United States Patent 10,220,075 (hereafter referred to as the ‘075 patent) represents a key intellectual property asset within the biotechnology and pharmaceutical landscape. Its claims focus on novel compositions, methods of production, or therapeutic applications that address pressing medical needs or enhance existing technologies. Understanding its scope and positioning within the patent landscape is critical for stakeholders ranging from pharmaceutical developers to legal strategists. This analysis critically evaluates the scope of the patent claims, their potential impact on industry innovation, and the competitive landscape in which they are situated.

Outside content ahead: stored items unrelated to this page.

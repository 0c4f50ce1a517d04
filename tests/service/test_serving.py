"""The real server under load, told to stop, killed, and fed slowly: what it acknowledged is kept, what it accepted is answered."""

from __future__ import annotations

import http.client
import json
import os
import signal
import socket
import sqlite3
import subprocess
import sys
import threading
import time
import uuid
from collections import Counter
from collections.abc import Callable, Iterator
from contextlib import closing, contextmanager, suppress
from pathlib import Path
from typing import Any

import pytest
from builders import bundle, creatinine, heart_rate, lvef, nyha, order, patient, potassium, pressure, problem
from databases import store_url
from prometheus_client.parser import text_string_to_metric_families

from cds.store import open_store

__all__ = ["store_url"]  # a fixture
SECRET = "a secret for tests, 32 bytes long"
DAY = "2026-02-26"
CHART = (
    problem("heart failure", "2025-01-15"),
    lvef(30, "2025-11-20"),
    nyha(2, DAY),
    pressure(118, 70, DAY),
    heart_rate(70, DAY),
    creatinine(1.0, DAY),
    potassium(4.4, DAY),
)
CLIENTS = 8


def chart_of(identity: str, *more: dict[str, Any]) -> bytes:
    of = {"reference": f"Patient/{identity}"}
    return bundle(patient(id=identity), *({**resource, "subject": of} for resource in (*CHART, *more)))


class Server:
    """`gdmt-cards serve` in a process of its own, on a free port."""

    def __init__(self, folder: Path, url: str, **settings: object) -> None:
        with closing(socket.socket()) as door:
            door.bind(("127.0.0.1", 0))
            self.port = door.getsockname()[1]
        self.url = url
        given = {
            "PORT": self.port,
            "STORE_URL": url,
            "STORE_SECRET": SECRET,
            "REQUESTS_A_MINUTE": 1_000_000,
            **settings,
        }
        self._log = folder / f"server-{self.port}.log"
        with self._log.open("wb") as log:
            self.process = subprocess.Popen(
                [sys.executable, "-W", "error", "-m", "cds", "serve"],
                env={**os.environ, **{f"GDMT_CARDS_{name}": str(value) for name, value in given.items()}},
                stdout=log,
                stderr=subprocess.STDOUT,
            )
        self.wait_until(self.is_ready)

    def is_ready(self) -> bool:
        assert self.process.poll() is None, self._log.read_text()
        with suppress(OSError):
            return self.ask("GET", "/readyz")[0] == 200
        return False

    def wait_until(self, is_so: Callable[[], bool], seconds: float = 60) -> None:
        until = time.monotonic() + seconds
        while not is_so():
            assert time.monotonic() < until, self._log.read_text()[-3000:]
            time.sleep(0.05)

    def ask(
        self, method: str, path: str, body: bytes | None = None, *, seconds: float = 30, **headers: str
    ) -> tuple[int, Any]:
        """Ask on a connection of its own; the status and the parsed body."""
        with closing(http.client.HTTPConnection("127.0.0.1", self.port, timeout=seconds)) as connection:
            return spoken(connection, method, path, body, Connection="close", **headers)

    def workers(self) -> tuple[int, ...]:
        """The process ids of the workers that live."""
        children = Path(f"/proc/{self.process.pid}/task/{self.process.pid}/children").read_text()
        return tuple(sorted(int(pid) for pid in children.split()))

    def lines(self) -> list[dict[str, Any]]:
        """The log so far; every line of it is JSON."""
        return [json.loads(line) for line in self._log.read_text().splitlines()]

    def text(self) -> str:
        return self._log.read_text()

    def end(self) -> None:
        """Make sure that nothing of it stays."""
        if self.process.poll() is None:
            self.process.terminate()
            try:
                self.process.wait(20)
            except subprocess.TimeoutExpired:
                self.process.kill()
                self.process.wait()


def spoken(
    connection: http.client.HTTPConnection, method: str, path: str, body: bytes | None = None, **headers: str
) -> tuple[int, Any]:
    named = {name.replace("_", "-"): value for name, value in headers.items()}
    connection.request(method, path, body, {"Content-Type": "application/json", **named})
    response = connection.getresponse()
    data = response.read()
    return response.status, json.loads(data) if response.getheader("Content-Type", "").endswith("json") else data


@contextmanager
def serving(folder: Path, url: str, **settings: object) -> Iterator[Server]:
    server = Server(folder, url, **settings)
    try:
        yield server
    finally:
        server.end()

Overview of the ‘075 Patent

Filed on May 3, 2017, and granted on April 2, 2019, the ‘075 patent is assigned to [Assignee Name], which specializes in [biotech/pharma focus]. The patent primarily delineates an inventive step over prior art in the domain of [specific area, e.g., antibody therapeutics, small molecule synthesis, gene editing, etc.].

Its claims tentatively cover:

A specific composition or formulation.
A method of manufacturing or administering a therapeutic agent.
Potentially, the use of said composition for treating particular diseases or conditions.

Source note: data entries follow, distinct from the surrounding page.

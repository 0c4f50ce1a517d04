"""What is expected of every fixture patient, in short. `python tests/expectations.py` writes it anew, to be read before a commit."""

from __future__ import annotations

import json
import sys
from datetime import UTC
from pathlib import Path
from typing import Any

from cds.assessment import assess, check_orders
from cds.content.load import load_content
from cds.fhir.dates import parse_as_of

PATIENTS = Path(__file__).parent.parent / "fixtures" / "patients"
AS_OF = "2026-03-01"


def expectation(folder: Path) -> dict[str, Any]:
    """Findings, cards and issues of a fixture as of its day; with drafts in the bundle also the answer about them."""
    data = (folder / "bundle.json").read_bytes()
    as_of = parse_as_of(AS_OF, UTC)
    whole = assess(data, load_content(), as_of=as_of, trace=True)
    found: dict[str, Any] = {
        "as_of": AS_OF,
        "assessments": [_assessment(one) for one in whole["assessments"]],
        "issues": [_issue(issue) for issue in whole["issues"]],
    }
    if b'"draft"' in data:
        checks = check_orders(data, load_content(), as_of=as_of)["checks"]
        found["order_checks"] = [_check(one) for one in checks]
    return found


def _assessment(one: dict[str, Any]) -> dict[str, Any]:
    return {
        "patient": one["patient"],
        "phenotype": one["phenotype"]["kind"],
        "gates": [gate["id"] for gate in one["gates"]],
        "findings": {
            f"{f['rule']}{' about ' + f['about'] if f['about'] else ''}": f["outcome"]
            + (f"/{f['action']}" if f["action"] else "")
            for f in one["findings"]
            if f["outcome"] != "not-applicable"
        },
        "cards": [_card(card) for card in one["cards"]],
        "held_back": len(one["held_back"]),
        "issues": [_issue(issue) for issue in one["intake"]["issues"]],
    }


def _check(one: dict[str, Any]) -> dict[str, Any]:
    return {
        "patient": one["patient"],
        "orders": [{**order, "cards": [_card(card) for card in order["cards"]]} for order in one["orders"]],
        "cards": [_card(card) for card in one["cards"]],
        "held_back": len(one["held_back"]),
    }


def _card(card: dict[str, Any]) -> str:
    drafts = [draft.get("medicationCodeableConcept", draft.get("code", {})).get("text", "") for draft in card["drafts"]]
    return f"{card['tier']}: {card['headline']}{' [' + ', '.join(drafts) + ']' if drafts else ''}"


def _issue(issue: dict[str, Any]) -> str:
    return f"{issue['severity']}: {issue['resource']}: {issue['path']} {issue['problem']}"


def main() -> None:
    for folder in sorted(PATIENTS.iterdir()):
        file = folder / "expected.json"
        why = json.loads(file.read_text(encoding="utf-8"))["why"] if file.exists() else ""
        file.write_text(
            json.dumps({"why": why, **expectation(folder)}, indent=1, ensure_ascii=False) + "\n", encoding="utf-8"
        )
    sys.stdout.write("Written. Read what changed before you commit it.\n")


if __name__ == "__main__":
    main()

The patent’s core innovation appears to be centered on [specific technological advancement, e.g., a novel antibody structure, a targeted gene therapy method, or a composition with enhanced stability].

Claims Analysis: Scope and Limitations

Independent Claims

The patent’s independent claims define the broadest scope of protection. Critical review indicates that the claims articulate:

Structural or compositional features: For example, specific molecular structures, sequences, or formulations that distinguish the invention from prior art.
Methodological steps: Including manufacturing processes or therapeutic administration protocols.
Use claims: Covering the application of the invention in specific indications or disease states.

In particular, Claim 1 appears to focus on [a specific composition/method] characterized by [key features]. The language employs terms like "comprising", allowing for the inclusion of additional elements, which grants broad territorial coverage.

Dependent Claims

Dependent claims elaborate on embodiments or specific variations, such as:

Variants with modified structures.
Enhancement features like delivery mechanisms or stability improvements.
Specific patient populations or treatment regimens.

This layered approach provides a spectrum of protection, often balancing breadth with enforceable specificity.

Critical Evaluation of Claim Breadth

While the patent exhibits a reasonably broad scope, its enforceability hinges on the novelty and non-obviousness of the claim features. For instance:

If the composition's key structural features are closely aligned with existing biologics or therapeutics, competitors may design around the patent.
Method claims that mirror standard procedures with minor modifications may be challenged for obviousness under PCA (Patent Cooperation Treaty) standards.

Additionally, the use of functional language (e.g., "effective amount") could render some claims overly broad or indefensible if not supported by detailed patent specification.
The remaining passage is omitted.